EXERCISE GOAL:
Copy the entries exactly, through the "every number the" line.

[Dataset entries]
==*==

/**
 * The exact state of one qubit at a frequency, from the transmon stage (no tables): flux on the
 * branch 0 <= Phi <= 1/2, f12, anharmonicity, df01/dPhi, coherence there, and the expected
 * frequency spread from fabrication
 *
 *     sigma_f = |df01 / d ln E_J| * resistanceSpread,   df01/dE_J = -(<1|cos phi|1> - <0|cos phi|0>)
 *
 * (Hellmann-Feynman on the exact charge-basis levels; E_J = h Delta / (8 e^2 R_n) by
 * Ambegaokar-Baratoff, so a relative spread of R_n is the same relative spread of E_J at any
 * flux; common practice for the junction spread: about 2 % (1 sigma)). Used for every number the
 * planner reports and every rule it checks in the end.
 */
import type { Transmon } from '../transmon/transmon.js';

export interface ExactQubitState {
  f01GHz: number;
  flux: number;
  f12GHz: number;
  anharmonicityGHz: number;
  df01dFluxGHz: number;
  t1Ns: number;
  tphiNs: number;
  t2Ns: number;
  /** Expected f01 spread from fabrication (1 sigma, GHz). */
  sigmaGHz: number;
}

/** Exact state at f01 = fGHz (throws the transmon's InputError when f is outside its tunable range). */
export function exactQubitState(t: Transmon, fGHz: number, resistanceSpread: number): ExactQubitState {
  const flux = t.fluxForF01(fGHz);
  return exactQubitStateAtFlux(t, flux, resistanceSpread, fGHz);
}

export function exactQubitStateAtFlux(t: Transmon, flux: number, resistanceSpread: number, f01GHz?: number): ExactQubitState {
  const sp = t.spectrum(flux);
  const basis = t.eigenbasis(flux, 2);
  const df01dEj = -(basis.cosPhi[3] - basis.cosPhi[0]);
  const sigmaGHz = Math.abs(df01dEj * basis.ejGHz) * resistanceSpread;
  let t1Ns = Infinity;
  let tphiNs = Infinity;
  let t2Ns = Infinity;
  if (t.coherenceSpec) {
    const c = t.coherence(flux, sp.df01dFluxGHz);
    t1Ns = c.t1Ns;
    tphiNs = c.tphiNs;
    t2Ns = c.t2Ns;
  }
  return {
    f01GHz: f01GHz ?? sp.f01GHz,
    flux,
    f12GHz: sp.f12GHz,
    anharmonicityGHz: sp.anharmonicityGHz,
    df01dFluxGHz: sp.df01dFluxGHz,
    t1Ns,
    tphiNs,
    t2Ns,
    sigmaGHz,
  };
}

/** f01, f12 and flux only (exact; cheaper than the full state): what a moved spectator needs. */
export function exactTransitions(t: Transmon, fGHz: number): { f01GHz: number; f12GHz: number; flux: number } {
  const flux = t.fluxForF01(fGHz);
  return { f01GHz: fGHz, f12GHz: t.f12(flux), flux };
}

==*==

OUTPUT FOR THIS EXERCISE:
/**
 * The exact state of one qubit at a frequency, from the transmon stage (no tables): flux on the
 * branch 0 <= Phi <= 1/2, f12, anharmonicity, df01/dPhi, coherence there, and the expected
 * frequency spread from fabrication
 *
 *     sigma_f = |df01 / d ln E_J| * resistanceSpread,   df01/dE_J = -(<1|cos phi|1> - <0|cos phi|0>)
 *
 * (Hellmann-Feynman on the exact charge-basis levels; E_J = h Delta / (8 e^2 R_n) by
 * Ambegaokar-Baratoff, so a relative spread of R_n is the same relative spread of E_J at any
 * flux; common practice for the junction spread: about 2 % (1 sigma)). Used for every number the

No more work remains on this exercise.